Once you hit a certain amount with your crew, you move into administration which involves test-running an office. After 5 days of successful operations, you are given your own “company” as he called it and you start running 2 to 3 crews out of your office. Running a bunch of numbers with all the crews and the complex commission system, the payback equaled a minimum of $2000 a week. Lie #4 – that’s a LOT of perfume!
Billy then finished up the number crunching and said, “So you can clearly see that this isn’t some kind of multilevel marking scheme. You don’t have to pay anything to join us, and you get paid for how much work you put in.” Lie #5 – not MLM?
I almost burst out laughing, while everyone else in the room seemed mesmerized and eating out of Billy’s hand.
“Hey, dude, you just explained your company structure to us, which is the very textbook definition of multi level marketing, and then with a straight face, you’re going to say that it’s clear you aren’t running a pyramid scheme?”
Billy then laid out the big carrot, claiming he has had a 100% success rate for the past 5 years of everyone completing training – and that you’re not getting a new job, but a new life. Lie #6 – who ever has a 100% success rate at anything?
Everyone in the room is now commenting like, “I could use that money!” or “Oh man, my kids would be so happy!” – all completely suckered in. Now, of course, there are 50 or so people in the room and he says “We obviously can’t hire all of you, but here’s a phone number to call within the next hour and we’re going to conduct a phone interview. If we like you, there’s a 3rd session tomorrow where you will begin training under your new manager.”
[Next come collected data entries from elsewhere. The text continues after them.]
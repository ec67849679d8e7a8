using System.IO;
using InductionHazard.Errors;
using InductionHazard.Waveforms;
using Xunit;

namespace InductionHazard.Tests.Waveforms;

public class PiecewiseLinearWaveformTests
{
    [Fact]
    public void ATrapezoidRisesHoldsAndFalls()
    {
        var t = PiecewiseLinearWaveform.Trapezoid(2, 0.1, 0.2, 0.4, 1, DriveKind.FluxDensity);
        Assert.Equal(0, t.Value(0.5));
        Within.Relative(1, t.Value(1.05), 1e-12, "half way up");
        Within.Relative(2, t.Value(1.2), 1e-12, "on the flat top");
        Within.Relative(1, t.Value(1.5), 1e-12, "half way down");
        Within.Relative(20, t.Rate(1.05), 1e-12, "rate of the rise");
        Within.Relative(-5, t.Rate(1.5), 1e-12, "rate of the fall");
        double[] corners = { 1.0, 1.1, 1.3, 1.7 };
        Assert.Equal(corners.Length, t.Breakpoints.Count);
        for (int k = 0; k < corners.Length; k++)
        {
            Within.Relative(corners[k], t.Breakpoints[k], 1e-14, "corner " + k);
        }
        Within.Relative(20, t.PeakRate, 1e-12, "peak rate");
    }

    [Fact]
    public void ACaptureReadsTimesAndValuesAfterItsHeader()
    {
        string path = Path.GetTempFileName();
        File.WriteAllText(path, "Scope export, channel 2\nTime (s),Field (mT)\n0,0\n0.001,5\n0.002,0\n");
        PiecewiseLinearWaveform w = CaptureReader.Read(path, null, null, 1e-3, DriveKind.FluxDensity, "mT");
        Assert.Equal(3, w.SampleCount);
        Within.Relative(0.0025, w.Value(0.0005), 1e-12, "interpolated value");
        Within.Relative(5, w.Rate(0.0005), 1e-12, "rate of the first piece");
        File.Delete(path);
    }

    [Theory]
    [InlineData("t,v\n0,0\n0.001,1\n0.001,2\n", 4, "strictly increasing")]
    [InlineData("t,v\n0,0\n0.001,abc\n", 3, "not a finite number")]
    [InlineData("0;0\n0.001;1\n0.002;NaN\n", 3, "not a finite number")]
    public void ABadCaptureLineIsNamed(string text, int line, string reason)
    {
        string path = Path.GetTempFileName();
        File.WriteAllText(path, text);
        var ex = Assert.Throws<DataFileException>(() => CaptureReader.Read(path, null, null, 1, DriveKind.FluxDensity, "T"));
        Assert.Equal(line, ex.Line);
        Assert.Contains(reason, ex.Reason, System.StringComparison.Ordinal);
        File.Delete(path);
    }

    [Fact]
    public void ARepeatedPulseCarriesItsShapeToEveryPeriod()
    {
        var pulse = PiecewiseLinearWaveform.Trapezoid(1, 0.01, 0, 0.01, 0, DriveKind.Current);
        var train = new RepeatedWaveform(pulse, 3, 1.0);
        Within.Relative(pulse.Value(0.005), train.Value(2.005), 1e-12, "third pulse");
        Assert.Equal(0, train.Value(3.5));
        Assert.Equal(9, train.Breakpoints.Count);
        Assert.Equal(pulse.PeakValue, train.PeakValue);
        Assert.Throws<InvalidInputException>(() => new RepeatedWaveform(new RampWaveform(0, 1, 0.1, drive: DriveKind.Current), 3, 1.0));
    }
}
“Clever,” I thought, “you could hire everyone in this room, just split them up with different trainers in different locations, and they think the 7 or 8 people they are with are the ones who “made” it. Lie #7 – it’s an exclusive job.
I, of course, just left and didn’t call. I pitied all those who were stupid enough to believe the spiel by Billy and his ridiculous sales numbers that supposedly banked thousands of dollars for you. Billy must have been doing well for himself though; he drove a Maserati, and claimed he had a huge house. He’s on the top of the pyramid – he gets a commission on everyone in that room that signs up. It doesn’t matter if they fail to meet their quota. If 30 people sign up and only manage to sell 10 bottles each, he still is making probably about $3K for himself, while the individual apparently sometimes doesn’t even get paid.
So very disappointed and sad, I decide to investigate the company more – the internet had been right on with all the scam warnings. The company is a bunch of lies or at best, serious bending of the truth.
I looked up the info I got from the perfume bottle. The company is based in Holland but imports the perfumes from a factory in China. SURPRISE. I found the factory website; all the perfumes they produce are the products that O. W. O. sells – so yet another lie. Lie #8 – made in Holland?.
To top it off, I called some of the other telephone numbers from the Classifieds to discover they all lead to these guys. Pretty much every job posting in the miscellaneous section is just O. W. O. Lie #9 – 6 different ads, same place.
They managed to get my hopes up twice now, first making me think I was getting a management-training job and second suckering me into thinking that there were several jobs available in the classifieds when they were all just dead ends. Don’t fall for these scammers. I think it’s disgusting how in this economy, with so many people struggling, that these guys prey on people’s desperation.
Hey – anybody got any leads on a job for an eager and now lot smarter college grad?